Compaction
SSTables are immutable -- great for write performance, but it means updates and deletes create new entries rather than modifying existing ones. Over time, you accumulate many SSTables with redundant and obsolete data. Reads slow down because they must check all of them.
Compaction is the process of merging multiple SSTables into fewer, cleaner ones.
What compaction does
During compaction:
- Multiple SSTables are merged into a single new SSTable
- Keys are deduplicated -- only the latest version is kept
- Tombstones (delete markers) that have expired are removed
- A new index is created over the merged data
- The old SSTables are deleted
Benefits:
- Fewer SSTables to scan during reads → faster reads
- Obsolete data removed → disk space reclaimed
- Fresher Bloom filters → more accurate filtering
Compaction strategies
| Strategy | Best for | How it works |
|---|---|---|
| Size-Tiered (STCS) | Write-heavy, general workloads | Triggers when multiple SSTables of similar size exist. Groups and merges them. Default strategy. |
| Leveled (LCS) | Read-heavy workloads | Organizes SSTables into levels, each 10x larger than the previous. Guarantees at most one SSTable per partition per level → predictable read performance. |
| Time-Window (TWCS) | Time-series data | Groups SSTables by time window. Compacts within windows. Ideal for data that's immutable after a time period and can be bulk-deleted by dropping entire windows. |
Why writes are sequential
Every operation in Cassandra's write path -- commit log append, MemTable insert, SSTable flush -- is sequential I/O. No random seeks. No reads. This is the primary reason writes are so fast.

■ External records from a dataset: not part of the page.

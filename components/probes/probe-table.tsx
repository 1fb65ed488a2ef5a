import { CheckProbe } from '@/components/probes/check-probe'
import { ChangeProbe } from '@/components/probes/probe-dialog'
import { EmptyState } from '@/components/ui/empty-state'
import { Table } from '@/components/ui/table'
import type { Column } from '@/components/ui/table'
import {
  formatInstant,
  formatNumber,
  formatTemp,
  formatTempDifference,
  toShownDifference,
} from '@/lib/format'
import type { TemperatureUnit } from '@/lib/format'
import type { RoomPicture } from '@/lib/probes/get-room-picture'
import type { ProbeDto } from '@/lib/probes/schema'

/** Probes with place, type and checks; what is overdue says so. */
export function ProbeTable({ room, unit }: { room: RoomPicture; unit: TemperatureUnit }) {
  const { probes, timeZone } = room
  const columns: Column<ProbeDto>[] = [
    {
      key: 'name',
      head: 'Probe',
      isRowHead: true,
      cell: (probe) => (
        <>
          <span className="font-[640]">{probe.name}</span>
          <span className="block text-soft">
            {probe.hearth === null ? 'no hearth' : `hearth ${probe.hearth.number}`}, {probe.usualRole}
          </span>
        </>
      ),
    },
    { key: 'place', head: 'Place', cell: placeWords },
    {
      key: 'type',
      head: 'Type',
      cell: (probe) => (
        <>
          {probe.thermocoupleType} class {probe.iecClass}
          {probe.serial === '' ? null : <span className="block text-soft">{probe.serial}</span>}
        </>
      ),
    },
    {
      key: 'gateway',
      head: 'Gateway',
      cell: (probe) => (
        <>
          {probe.gateway.name}
          <span className="block text-soft">channel {probe.channel}</span>
        </>
      ),
    },
    {
      key: 'checks',
      head: 'Newest checks',
      cell: (probe) => <Checks probe={probe} zone={timeZone} unit={unit} />,
    },
    { key: 'due', head: 'Next due', cell: (probe) => <Due probe={probe} zone={timeZone} /> },
  ]
  if (room.mayCheck || room.mayWrite) {
    columns.push({
      key: 'do',
      head: <span className="sr-only">Do</span>,
      cell: (probe) => (
        <span className="flex justify-end gap-4">
          {room.mayCheck ? <CheckProbe probe={probe} unit={unit} /> : null}
          {room.mayWrite ? <ChangeProbe probe={probe} room={room} /> : null}
        </span>
      ),
    })
  }
  return (
    <Table
      caption="Probes"
      rows={probes}
      rowKey={(probe) => probe.id}
      columns={columns}
      empty={
        <EmptyState title="No probe here.">
          {room.mayWrite
            ? 'Add each thermocouple with its gateway, channel and place. The lead probe’s place must be the one that recipes are written for.'
            : 'An administrator adds the probes.'}
        </EmptyState>
      }
    />
  )
}

function placeWords({ place }: ProbeDto): string {
  const depth =
    place.height === 'coals' ? '' : `, ${formatNumber(place.depthMm, place.depthMm % 1 === 0 ? 0 : 1)} mm`
  return `${place.height} ${place.side}${depth}, ${place.mounting}`
}

function Checks({ probe, zone, unit }: { probe: ProbeDto; zone: string; unit: TemperatureUnit }) {
  if (probe.checks.length === 0) return <span className="text-mute">none</span>
  return (
    <ul>
      {probe.checks.map((check) => (
        <li key={check.id}>
          {formatTemp(check.referenceTempC, unit)}, corrected{' '}
          {formatNumber(toShownDifference(check.correctionC, unit), 1)}
          {' ±'}
          {formatTempDifference(check.uncertaintyC, unit, 1)}{' '}
          <span className="text-soft">{formatInstant(check.checkedAt, zone, 'date')}</span>
        </li>
      ))}
    </ul>
  )
}

function Due({ probe, zone }: { probe: ProbeDto; zone: string }) {
  if (probe.checkDueAt === null) {
    // A coals probe makes no dose.
    return probe.usualRole === 'coals' ? (
      <span className="text-mute">not asked</span>
    ) : (
      <span className="font-[560] text-amber">never checked</span>
    )
  }
  const date = formatInstant(probe.checkDueAt, zone, 'date')
  return probe.isCheckDue ? <span className="font-[560] text-amber">overdue since {date}</span> : <>{date}</>
}
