import fc from 'fast-check'
import { describe, expect, test } from 'vitest'
import {
  addToQueue,
  moveInQueue,
  nextToSend,
  noteResult,
  noteTry,
  parseQueue,
  printQueue,
  undoInQueue,
} from '@/components/live/fireside-mark-queue'
import type { MarkDraft, MarkQueue, SendResult } from '@/components/live/fireside-mark-queue'
import { createMarkSender } from '@/components/live/fireside-mark-sender'
import type { MarkStorage } from '@/components/live/fireside-mark-sender'
import { isRefusal } from '@/components/live/use-mark-sender'

const fixed = { seed: 20270201, numRuns: 300 }
const at = (second: number) => new Date(Date.UTC(2027, 1, 1, 13, 0, second)).toISOString()
const draft = (n: number): MarkDraft => ({ id: `mark-${n}`, kind: 'feed', at: at(n) })

function memoryStorage(): MarkStorage {
  const kept = new Map<string, string>()
  return {
    getItem: (key) => kept.get(key) ?? null,
    setItem: (key, value) => void kept.set(key, value),
    removeItem: (key) => void kept.delete(key),
  }
}

/** A server that keeps marks by id, as the real one does, over a network that loses requests and answers. */
function shakyServer(network: readonly ('through' | 'request lost' | 'answer lost')[]) {
  const kept = new Map<string, MarkDraft>()
  let call = 0
  return {
    kept,
    send: async (mark: MarkDraft): Promise<SendResult> => {
      const fate = network[call] ?? 'through'
      call += 1
      if (fate === 'request lost') return { kind: 'unanswered' }
      if (!kept.has(mark.id)) kept.set(mark.id, mark)
      return fate === 'answer lost' ? { kind: 'unanswered' } : { kind: 'taken' }
    },
  }
}

const fates = fc.array(fc.constantFrom('through', 'request lost', 'answer lost'), { maxLength: 40 })

describe('marks on their way', () => {
  test('every mark reaches the server once and in order, whatever the network does and however often the page is loaded again', async () => {
    await fc.assert(
      fc.asyncProperty(
        fc.integer({ min: 1, max: 12 }),
        fates,
        fc.array(fc.integer({ min: 0, max: 12 }), { maxLength: 6 }),
        async (count, network, reloadsBefore) => {
          const storage = memoryStorage()
          const server = shakyServer(network)
          const open = () => createMarkSender({ key: 'k', storage, send: server.send })
          let sender = open()
          for (let n = 0; n < count; n += 1) {
            if (reloadsBefore.includes(n)) sender = open()
            sender.add(draft(n))
          }
          sender = open()
          for (let tries = 0; tries < 60 && sender.read().length > 0; tries += 1) await sender.flush()
          // The last sender's own view, and what the next load would find.
          await sender.flush()
          expect(open().read()).toEqual([])
          expect([...server.kept.keys()]).toEqual(Array.from({ length: count }, (_, n) => `mark-${n}`))
        },
      ),
      fixed,
    )
  })

  test('a mark waits while the network is down and outlives a reload', async () => {
    const storage = memoryStorage()
    const down = createMarkSender({ key: 'k', storage, send: async () => ({ kind: 'unanswered' }) })
    down.add(draft(1))
    down.add(draft(2))
    await down.flush()
    const sent: string[] = []
    const later = createMarkSender({
      key: 'k',
      storage,
      send: async (mark) => {
        sent.push(mark.id)
        return { kind: 'taken' }
      },
    })
    expect(later.read().map((queued) => queued.mark.id)).toEqual(['mark-1', 'mark-2'])
    await later.flush()
    expect(sent).toEqual(['mark-1', 'mark-2'])
    expect(later.read()).toEqual([])
    expect(later.readTaken().map((mark) => mark.id)).toEqual(['mark-1', 'mark-2'])
  })

  test('where the browser keeps nothing, memory does until the page goes', async () => {
    const broken: MarkStorage = {
      getItem: () => null,
      setItem: () => {
        throw new DOMException('full', 'QuotaExceededError')
      },
      removeItem: () => {},
    }
    let isDown = true
    const sent: string[] = []
    const sender = createMarkSender({
      key: 'k',
      storage: broken,
      send: async (mark) => {
        if (isDown) return { kind: 'unanswered' }
        sent.push(mark.id)
        return { kind: 'taken' }
      },
    })
    sender.add(draft(1))
    sender.add(draft(2))
    await sender.flush()
    isDown = false
    await sender.flush()
    expect(sent).toEqual(['mark-1', 'mark-2'])
  })

  test('a refusal is kept with its sentence and lets the next mark pass', async () => {
    const sender = createMarkSender({
      key: 'k',
      storage: memoryStorage(),
      send: async (mark) =>
        mark.id === 'mark-1' ? { kind: 'refused', sentence: 'This firing is finished.' } : { kind: 'taken' },
    })
    sender.add(draft(1))
    sender.add(draft(2))
    await sender.flush()
    expect(sender.read()).toEqual([{ mark: draft(1), tries: 1, refusal: 'This firing is finished.' }])
  })

  test('signed out, too busy or out of order is no refusal: the mark is tried again', () => {
    expect([401, 408, 429, 500, 503, 0].map(isRefusal)).toEqual([false, false, false, false, false, false])
    expect([400, 403, 404, 409, 422].map(isRefusal)).toEqual([true, true, true, true, true])
  })
})

describe('taking back and moving', () => {
  const undoing = { id: 'undo', at: at(30) }

  test('a mark that never went out is dropped by its undo', () => {
    const queue = addToQueue([], draft(1))
    expect(undoInQueue(queue, 'mark-1', undoing)).toEqual([])
  })

  test('a mark that may be with the server is undone by a mark of its own', () => {
    const tried = noteTry(addToQueue([], draft(1)), 'mark-1')
    const queue = undoInQueue(tried, 'mark-1', undoing)
    expect(queue.at(-1)?.mark).toEqual({ id: 'undo', kind: 'undone', at: at(30), replacesId: 'mark-1' })
    expect(queue).toHaveLength(2)
    expect(undoInQueue([], 'mark-1', undoing).at(-1)?.mark.replacesId).toBe('mark-1')
  })

  test('undoing a correction that waits still undoes what it corrected', () => {
    const correction: MarkDraft = { ...draft(2), replacesId: 'mark-1' }
    const queue = undoInQueue(addToQueue([], correction), 'mark-2', undoing)
    expect(queue.map((queued) => queued.mark)).toEqual([
      { id: 'mark-2', kind: 'undone', at: at(2), replacesId: 'mark-1' },
    ])
  })

  test('a minute ago changes a waiting mark in place and corrects one that went out', () => {
    const waiting = moveInQueue(addToQueue([], draft(10)), draft(10), { id: 'moved', at: at(1) })
    expect(waiting.queue.map((queued) => queued.mark)).toEqual([{ ...draft(10), at: at(1) }])
    const sent = moveInQueue([], draft(10), { id: 'moved', at: at(1) })
    expect(sent.mark).toEqual({ id: 'moved', kind: 'feed', at: at(1), replacesId: 'mark-10' })
    expect(nextToSend(sent.queue)?.mark).toEqual(sent.mark)
  })

  test('what undoes a refused mark goes with it', () => {
    const tried = noteTry(addToQueue([], draft(1)), 'mark-1')
    const queue = undoInQueue(tried, 'mark-1', undoing)
    const refused = noteResult(queue, 'mark-1', { kind: 'refused', sentence: 'no' })
    expect(refused.map((queued) => queued.mark.id)).toEqual(['mark-1'])
  })
})

describe('what is kept', () => {
  const marks = fc.record({
    id: fc.uuid(),
    kind: fc.constantFrom('feed', 'stir', 'lid on', 'stage', 'undone' as const),
    at: fc.constant(at(5)),
    words: fc.string(),
  })
  const queues: fc.Arbitrary<MarkQueue> = fc.array(
    fc.record({
      mark: marks,
      tries: fc.nat(9),
      refusal: fc.option(fc.string(), { nil: null }),
    }),
  )

  test('parse of print is identity', () => {
    fc.assert(
      fc.property(queues, (queue) => {
        expect(parseQueue(printQueue(queue))).toEqual(queue)
      }),
      fixed,
    )
  })

  test('what cannot be read is nothing, and never an error', () => {
    fc.assert(
      fc.property(fc.oneof(fc.string(), fc.json()), (text) => {
        expect(Array.isArray(parseQueue(text))).toBe(true)
      }),
      fixed,
    )
    expect(parseQueue(null)).toEqual([])
    expect(parseQueue('{"queue":[{"mark":{"id":1}}]}')).toEqual([])
  })

  test('adding one mark twice is adding it once', () => {
    const once = addToQueue([], draft(1))
    expect(addToQueue(once, draft(1))).toBe(once)
  })
})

Compaction is the deferred cost: it reorganizes data in the background using sequential I/O. You pay for the reorganization eventually, but you never pay for it during the initial write. This amortization is why Cassandra can sustain hundreds of thousands of writes per second.
When asked "How does Cassandra achieve such high write throughput?", the answer is: all writes are sequential appends (commit log + SSTable flush), and compaction amortizes the reorganization cost in the background. The trade-off: reads are more complex (must merge across MemTable + multiple SSTables) and compaction consumes background I/O.